Team Jayco AlUlaで今季エース級の活躍を見せたマウロ・シュミットが、来季からPinarello Q36.5 Pro Cycling Teamへ移籍することが公式に発表された。
2026年のツール・ド・フランスでは第13ステージで鮮やかな勝利を飾り、第17、第18ステージでも2位に食い込むなど、チームに多大な貢献をもたらした直後の発表だ。
今シーズンのチーム総勝利数8勝のうち、実に半分の4勝を一人で稼ぎ出した絶対的な立役者を放出するというTeam Jayco AlUlaの判断は、チームの苦しい台所事情によるものなのだろうか。
2029年末までの3年契約
A perfect day to make it official !
On Swiss National Day, we’re proud to welcome Mauro Schmid to the team. Read more on our website: https://t.co/LPymkwVihg pic.twitter.com/82ItrvUQT9
— Pinarello Q36.5 Pro Cycling Team (@Pinarello_Q36_5) August 1, 2026
マウロ・シュミットはスイスではポピュラーなマウンテンバイクから初めている。14歳からレースに出始めて、1年後にはロードレース開始。
16歳でシクロクロスも初めている。土曜日にマウンテンバイクレース、日曜日にロードレースを行い、冬場はシクロクロスという3種目の自転車競技をしていた。
トラックレースでも才能を発揮し、オリンピックのスイス代表の座が見えてくるほどの実力を備える。だが、トラックに集中しようとした時に、コロナとなってしまう。
両親は自転車屋であり、16歳の時に勉学に進むか選ばなければならなかったが、やる気がなかったと。
2019年に仕事を止めて軍隊に4か月入隊。2020年Leopard Pro cyclingに所属。2021年にはTeam Qhubeka NextHashに移籍。
ジロに出場することは3週間前に急遽決まった。21歳のネオプロが1年目でグランドツアーデビューというのも凄いことだ。
そして、2021ジロ・デ・イタリア第11ステージで優勝。ミニストラーデ・ビアンケといわれたコースでTeam Qhubeka NextHashに勝利をもたらした。
この時、マウロ・シュミットが使っていたHuntのホイールだが、なんと12万円の安いミッドレンジのホイール。足を見せつけた感じだ。
マウロ・シュミットは、Qhubeka NextHashからDeceuninck-Quick-Stepに移籍。
2022年にはコッピ・エ・バルタリ第1ステージで勝利。ウルフパックに移籍しての初勝利だった。

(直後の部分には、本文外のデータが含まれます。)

fn front_matter(y: &Yaml, d: &mut Vec<Diagnostic>) -> (FrontMatter, Defined) {
    let mut fm = FrontMatter {
        record: String::new(),
        title: String::new(),
        date: NaiveDate::default(),
        operator: String::new(),
        lab: None,
        project: None,
        lot: None,
        environment: None,
        coverage: 0.9545,
        decision: Decision::Guarded,
        instruments: BTreeMap::new(),
        parts: BTreeMap::new(),
        template: None,
        signoff: None,
    };
    let root = match y.load("front matter") {
        Ok(v) => v,
        Err(e) => {
            d.push(e);
            return (
                fm,
                Defined {
                    instruments: BTreeSet::new(),
                    parts: BTreeSet::new(),
                    known: false,
                },
            );
        }
    };
    let mut ex = Ex {
        y,
        d,
        what: "front matter",
    };
    let entries = ex.entries(&[], &root, Some(FRONT_KEYS));
    let get = |k: &str| entries.iter().find(|(n, _)| n == k).map(|(_, v)| *v);
    let defined = Defined {
        instruments: names_under(get("instruments")),
        parts: names_under(get("parts")),
        known: true,
    };
    let mut seen = BTreeSet::new();
    for (key, v) in &entries {
        seen.insert(key.as_str());
        let path = [key.as_str()];
        match key.as_str() {
            "record" => fm.record = ex.nonempty_text(&path, v).unwrap_or_default(),
            "title" => fm.title = ex.nonempty_text(&path, v).unwrap_or_default(),
            "operator" => fm.operator = ex.nonempty_text(&path, v).unwrap_or_default(),
            "date" => {
                if let Some(dt) = ex.date(&path, v) {
                    fm.date = dt;
                }
            }
            "lab" => fm.lab = ex.text(&path, v),
            "project" => fm.project = ex.text(&path, v),
            "lot" => fm.lot = ex.text(&path, v),
            "environment" => fm.environment = ex.text(&path, v),
            "coverage" => {
                if let Some(p) = coverage(&mut ex, v) {
                    fm.coverage = p;
                }
            }
            "decision" => {
                if let Some(s) = ex.text(&path, v) {
                    match s.trim() {
                        "simple" => fm.decision = Decision::Simple,
                        "guarded" => fm.decision = Decision::Guarded,
                        other => {
                            let span = y.value_span(&path);
                            let mut dg =
                                Diagnostic::new(span, format!("unknown decision rule `{other}`"))
                                    .expected("`simple` or `guarded`")
                                    .found(format!("`{other}`"));
                            if let Some(h) = suggest(other, &["simple", "guarded"]) {
                                dg = dg.help(h);
                            }
                            ex.err(dg);
                        }
                    }
                }
            }
            "template" => {
                if let Some(s) = ex.nonempty_text(&path, v) {
                    fm.template = Some((s, y.value_span(&path)));
                }
            }
            "signoff" => fm.signoff = signoff(&mut ex, v),
            "instruments" => {
                for (name, iv) in ex.entries(&path, v, None) {
                    if let Some(i) = instrument(&mut ex, &name, iv) {
                        fm.instruments.insert(name, i);
                    }
                }
            }
            "parts" => {
                for (name, pv) in ex.entries(&path, v, None) {
                    if let Some(p) = part(&mut ex, &name, pv, &defined.instruments) {
                        fm.parts.insert(name, p);
                    }
                }
            }
            _ => {}
        }
    }
    for req in ["record", "title", "date", "operator"] {
        if !seen.contains(req) {
            ex.err(
                Diagnostic::new(y.anchor, format!("the front matter lacks `{req}`"))
                    .expected(format!("a line `{req}: …` between the `---` lines"))
                    .found("no such key"),
            );
        }
    }
    (fm, defined)
}
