#[cfg(test)]
mod tests {
    use super::testutil::*;
    use super::*;
    use crate::notebook::{Accuracy, Network};
    use crate::quantity::{Quantity, Unit};

    // Grouping by repeated f and GUM 4.2 Type A on each group.
    #[test]
    fn repeats_become_type_a_with_correlation() {
        let env = Env::new();
        let b = block(
            Network::Z,
            &[
                ("f", Unit::Hz),
                ("V", Unit::V),
                ("I", Unit::A),
                ("phi", Unit::Rad),
            ],
            &[
                vec![50.0, 1.0, 0.1, 0.2],
                vec![60.0, 2.0, 0.2, 0.3],
                vec![50.0, 1.2, 0.11, 0.25],
            ],
        );
        let spec = Spec {
            network: "Z",
            required: &["V", "I", "phi"],
            optional: &[],
            resistor: false,
        };
        let bi = BlockInputs::build(&env.ctx(), &b, &spec).unwrap();
        assert_eq!(bi.groups.len(), 2);
        assert_eq!(bi.groups[0].rows, vec![0, 2]);
        let x = bi.estimates();
        assert!((bi.value("V", 0, &x) - 1.1).abs() < 1e-15);
        assert_eq!(bi.value("V", 1, &x), 2.0);
        // Two points: r = ±1 (all pairs move together here).
        assert!(bi.corr.iter().all(|c| (c.2.abs() - 1.0).abs() < 1e-12));
        // Four columns without instruments → four flags.
        assert_eq!(
            bi.flags
                .iter()
                .filter(|f| f.message.starts_with("no instrument"))
                .count(),
            4
        );
    }

    // Correlated Type B (GUM 5.2, F.1.2): one gain input per (instrument, column).
    #[test]
    fn gain_is_shared_per_column() {
        let mut env = Env::new();
        env.instruments.insert(
            "dmm".into(),
            instrument(
                "dmm",
                Some(Accuracy::Relative {
                    fraction: 0.005,
                    counts: 2.0,
                }),
                Some(Quantity {
                    value: 1e-3,
                    unit: Unit::V,
                }),
            ),
        );
        let mut b = block(
            Network::RC,
            &[("f", Unit::Hz), ("VR", Unit::V)],
            &[vec![100.0, 1.0], vec![200.0, 1.5]],
        );
        b.meter = Some(named("dmm"));
        let spec = Spec {
            network: "RC",
            required: &["VR"],
            optional: &[],
            resistor: false,
        };
        let bi = BlockInputs::build(&env.ctx(), &b, &spec).unwrap();
        let gains: Vec<&Input> = bi
            .inputs
            .iter()
            .filter(|i| i.name.starts_with("gain("))
            .collect();
        assert_eq!(gains.len(), 1);
        assert!((gains[0].u - 0.005 / 3f64.sqrt()).abs() < 1e-15);
        let counts: Vec<&Input> = bi
            .inputs
            .iter()
            .filter(|i| i.name.starts_with("counts("))
            .collect();
        assert_eq!(counts.len(), 2);
        assert!((counts[0].u - 2e-3 / 3f64.sqrt()).abs() < 1e-15);
        assert_eq!(hz(1000.0), "1 kHz");
        assert_eq!(hz(159.1549), "159.155 Hz");
    }

    // FORMAT.md flags: bandwidth exceeded (per row) and calibration overdue (per instrument).
    #[test]
    fn bandwidth_and_due_flags() {
        let mut env = Env::new();
        let mut dmm = instrument(
            "dmm",
            Some(Accuracy::Relative {
                fraction: 0.01,
                counts: 0.0,
            }),
            None,
        );
        dmm.bandwidth = Some(1000.0);
        dmm.due = Some(chrono::NaiveDate::from_ymd_opt(2026, 3, 1).unwrap());
        env.instruments.insert("dmm".into(), dmm);
        let mut b = block(
            Network::RC,
            &[("f", Unit::Hz), ("VR", Unit::V)],
            &[vec![500.0, 1.0], vec![2000.0, 1.0]],
        );
        b.meter = Some(named("dmm"));
        let spec = Spec {
            network: "RC",
            required: &["VR"],
            optional: &[],
            resistor: false,
        };
        let bi = BlockInputs::build(&env.ctx(), &b, &spec).unwrap();
        let bw: Vec<&Flag> = bi
            .flags
            .iter()
            .filter(|f| f.message.contains("bandwidth"))
            .collect();
        assert_eq!(bw.len(), 1);
        assert_eq!(bw[0].span, Some(b.rows[1].span));
        assert!(bi
            .flags
            .iter()
            .any(|f| f.message.contains("calibration of dmm fell due")));
        // Due date not passed: no flag.
        let mut env2 = Env::new();
        env2.date = chrono::NaiveDate::from_ymd_opt(2026, 2, 1).unwrap();
        env2.instruments = env.instruments.clone();
        let bi2 = BlockInputs::build(&env2.ctx(), &b, &spec).unwrap();
        assert!(!bi2.flags.iter().any(|f| f.message.contains("fell due")));
        // Unknown instrument: a diagnostic at its name.
        b.meter = Some(named("nope"));
        assert!(BlockInputs::build(&env.ctx(), &b, &spec).is_err());
    }

    // Series resistor (GUM 4.3.7): measured value with the ohmmeter's limit 0.1 % + 2 counts of
    // 0.1 ohm as a rectangular half-width; else nominal ± tolerance (IEC 60062 F = 1 %).
    #[test]
    fn series_resistor_sources() {
        let mut env = Env::new();
        env.instruments.insert(
            "ohm".into(),
            instrument(
                "ohm",
                Some(Accuracy::Relative {
                    fraction: 0.001,
                    counts: 2.0,
                }),
                Some(Quantity {
                    value: 0.1,
                    unit: Unit::Ohm,
                }),
            ),
        );
        let mut r = resistor(
            "R3",
            820.0,
            Some(crate::notebook::Tolerance::Code('F', 0.01)),
        );
        env.parts.insert("R3".into(), r.clone());
        let mut b = block(
            Network::RC,
            &[("f", Unit::Hz), ("VR", Unit::V)],
            &[vec![500.0, 1.0]],
        );
        b.parts = vec![named("R3")];
        let spec = Spec {
            network: "RC",
            required: &["VR"],
            optional: &[],
            resistor: true,
        };
        let bi = BlockInputs::build(&env.ctx(), &b, &spec).unwrap();
        let (ri, _) = bi.resistor.clone().unwrap();
        assert_eq!(bi.inputs[ri].value, 820.0);
        assert!((bi.inputs[ri].u - 8.2 / 3f64.sqrt()).abs() < 1e-12);
        r.measured = Some(Quantity {
            value: 817.3,
            unit: Unit::Ohm,
        });
        r.measured_by = Some("ohm".into());
        env.parts.insert("R3".into(), r);
        let bi = BlockInputs::build(&env.ctx(), &b, &spec).unwrap();
        let (ri, _) = bi.resistor.clone().unwrap();
        assert_eq!(bi.inputs[ri].value, 817.3);
        assert!((bi.inputs[ri].u - (0.8173 + 0.2) / 3f64.sqrt()).abs() < 1e-12);
    }
}
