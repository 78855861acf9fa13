//! The parse stage: every error kind points at the exact line and column, and a well-formed
//! notebook (BOM, CRLF, tabs, comments, both table styles, repeats) parses completely.
//! All values are invented for these tests.

use benchrec::diag::{self, line_col, Diagnostic};
use benchrec::notebook::{
    self, Accuracy, Decision, Distribution, Item, Network, PartKind, Tolerance,
};
use benchrec::quantity::Unit;

/// Front matter of 11 lines; line 12 is the closing `---`, line 13 blank, block fence on 14.
const FRONT: &str = "---
record: T-1
title: Synthetic checks
date: 2026-05-04
operator: Q. Operator
instruments:
  dmm: {what: meter, accuracy: 1% + 2, resolution: 1 mV}
  scope: {what: scope, reading: 0.1 div}
parts:
  R1: {kind: resistor, nominal: 1.5 kohm, tolerance: 1%}
  C1: {kind: capacitor, nominal: 68 nF, tolerance: J}
---
";

/// A notebook with one readings block whose body starts on line 15.
fn nb(body: &str) -> String {
    format!("{FRONT}\n```readings\n{body}```\n")
}

fn errors(src: &str) -> Vec<Diagnostic> {
    match notebook::parse(src) {
        Ok(_) => panic!("expected errors for:\n{src}"),
        Err(d) => d,
    }
}

/// Asserts one diagnostic whose message contains `msg`, at (line, col).
fn expect_at(src: &str, msg: &str, line: usize, col: usize) -> Diagnostic {
    let ds = errors(src);
    let text = diag::render("t.md", src, &ds);
    let hits: Vec<&Diagnostic> = ds.iter().filter(|d| d.message.contains(msg)).collect();
    assert!(
        !hits.is_empty(),
        "no diagnostic containing {msg:?}; got:\n{text}"
    );
    let d = hits[0];
    assert_eq!(
        line_col(src, d.span.start),
        (line, col),
        "position of {msg:?}; got:\n{text}"
    );
    d.clone()
}
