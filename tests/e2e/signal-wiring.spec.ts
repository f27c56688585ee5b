import { mkdirSync } from 'node:fs';
import { expect, test, type Page } from '@playwright/test';
import { WIRE_COLUMNS } from '../../src/features/harness/lib/wire-cells.ts';
import {
  openSection as openConversionSection,
  wiresGrid,
  type Section,
} from './support/navigation.ts';
import { DEMO, signIn } from './support/session.ts';

const SCREENS = 'test-results/screens';

const openSection = (page: Page, section: Section) =>
  openConversionSection(page, 'Ashby yard truck', section);

const grid = wiresGrid;
/** The CAN wire that runs to a cavity of the diagnostic connector. */
const wireTo = (page: Page, cavity: string) =>
  grid(page).getByRole('row').filter({ hasText: cavity });
const twistCell = (page: Page, cavity: string) =>
  wireTo(page, cavity).getByRole('gridcell').nth(WIRE_COLUMNS.indexOf('twist'));
const pairFinding = (page: Page) =>
  page
    .getByRole('list', { name: 'Findings' })
    .getByRole('listitem')
    .filter({ hasText: 'CAN wires not run as a twisted pair' });

test.beforeAll(() => mkdirSync(SCREENS, { recursive: true }));

test('the builder twists the draft’s CAN pair on the wire list and the checks stop asking for it', async ({
  page,
}) => {
  await signIn(page, DEMO.builder);
  await openSection(page, 'Checks');
  await expect(pairFinding(page)).toContainText('Warning');
  await expect(pairFinding(page)).toContainText('give both wires the same twist group');
  await expect(pairFinding(page)).toContainText('High-speed CAN bus');
  await page.screenshot({ path: `${SCREENS}/checks-can-pair.png`, fullPage: true });

  await openSection(page, 'Wires');
  for (const cavity of ['DLC-6', 'DLC-14']) {
    await expect(wireTo(page, cavity)).toHaveCount(1);
    await twistCell(page, cavity).click();
    await page.keyboard.type('T1');
    await page.keyboard.press('Enter');
    await expect(twistCell(page, cavity)).toHaveText('T1');
  }
  await page.screenshot({ path: `${SCREENS}/wires-twist-group.png`, fullPage: true });

  await openSection(page, 'Checks');
  await expect(page.getByRole('heading', { name: 'Circuit checks' })).toBeVisible();
  await expect(page.getByRole('list', { name: 'Findings' })).toBeVisible();
  await expect(pairFinding(page)).toHaveCount(0);

  // Leave the demo draft as it was found: both wires loose again.
  await openSection(page, 'Wires');
  for (const cavity of ['DLC-6', 'DLC-14']) {
    await twistCell(page, cavity).click();
    await page.keyboard.press('Delete');
    await expect(twistCell(page, cavity)).toHaveText('—');
  }
});
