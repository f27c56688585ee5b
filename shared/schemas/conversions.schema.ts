import { z } from 'zod';
import type { BenchNotice } from './bench.schema.ts';
import { noteText, requiredText } from './common.schema.ts';

export const SYSTEM_VOLTAGES = [12, 24] as const;
export const SystemVoltage = z.union([z.literal(12), z.literal(24)], {
  error: 'must be 12 or 24',
});

export const CreateConversionRequest = z.strictObject({
  name: requiredText(120),
  donorEngine: requiredText(120),
  receivingVehicle: requiredText(120),
  systemVoltage: SystemVoltage,
  notes: noteText(4000).optional(),
});
export type CreateConversionRequest = z.infer<typeof CreateConversionRequest>;

export const UpdateConversionRequest = z.strictObject({
  name: requiredText(120).optional(),
  donorEngine: requiredText(120).optional(),
  receivingVehicle: requiredText(120).optional(),
  systemVoltage: SystemVoltage.optional(),
  notes: noteText(4000).optional(),
  version: z.number().int().min(0),
});
export type UpdateConversionRequest = z.infer<typeof UpdateConversionRequest>;

export const Conversion = z.object({
  id: z.number(),
  name: z.string(),
  donorEngine: z.string(),
  receivingVehicle: z.string(),
  systemVoltage: z.number(),
  notes: z.string(),
  createdBy: z.object({ id: z.number(), name: z.string() }).nullable(),
  version: z.number(),
  createdAt: z.string(),
  updatedAt: z.string(),
});
export type Conversion = z.infer<typeof Conversion>;

/** A row of the conversions list: the conversion and what its bench has to know. */
export type ConversionListItem = Conversion & { bench: BenchNotice | null };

2022ジロ・デ・イタリアでもトップ10フニッシュを4回繰り返している。最終日の個人タイムトライヤルも6位と速い。2022世界選手権のミックスリレーではスイスの優勝メンバーだ。
そして2023年の成績が素晴らしい。
- サントス・ツアー・ダウンアンダー 総合5位
- コッピ・エ・バルタリ 総合優勝・ポイント賞獲得
- ツール・ド・ワロニー 総合10位
2024年にはスイス選手権ロードチャンピオン、2024 ツアー・オブ・スロベニア総合優勝。2025 カデル・エヴァンス・グレートオーシャンレース優勝に2025 スイスロードで2年連続の王者。
2026年シーズンは、マスカットクラシック優勝、2026 コッピ・エ・バルタリ総合優勝。そして、ツール・ド・フランスでのステージ優勝だ。
これだけの活躍をして放出。まあ、チームは毎年予算獲得に苦心している。
Image generated by Midjourney
マウロ・シュミットのコメント
ダクラス・ライターのおかげでプロに転向する機会を得たので、すでに強い絆があった。しかし、私が本当に心を動かされたのは、この2、3シーズンでチームがどれほど進化してきたかを目の当たりにしたことだ。
特にスイス人ライダーとして、このプロジェクトの一員になれることは、さらに特別な意味を持つ。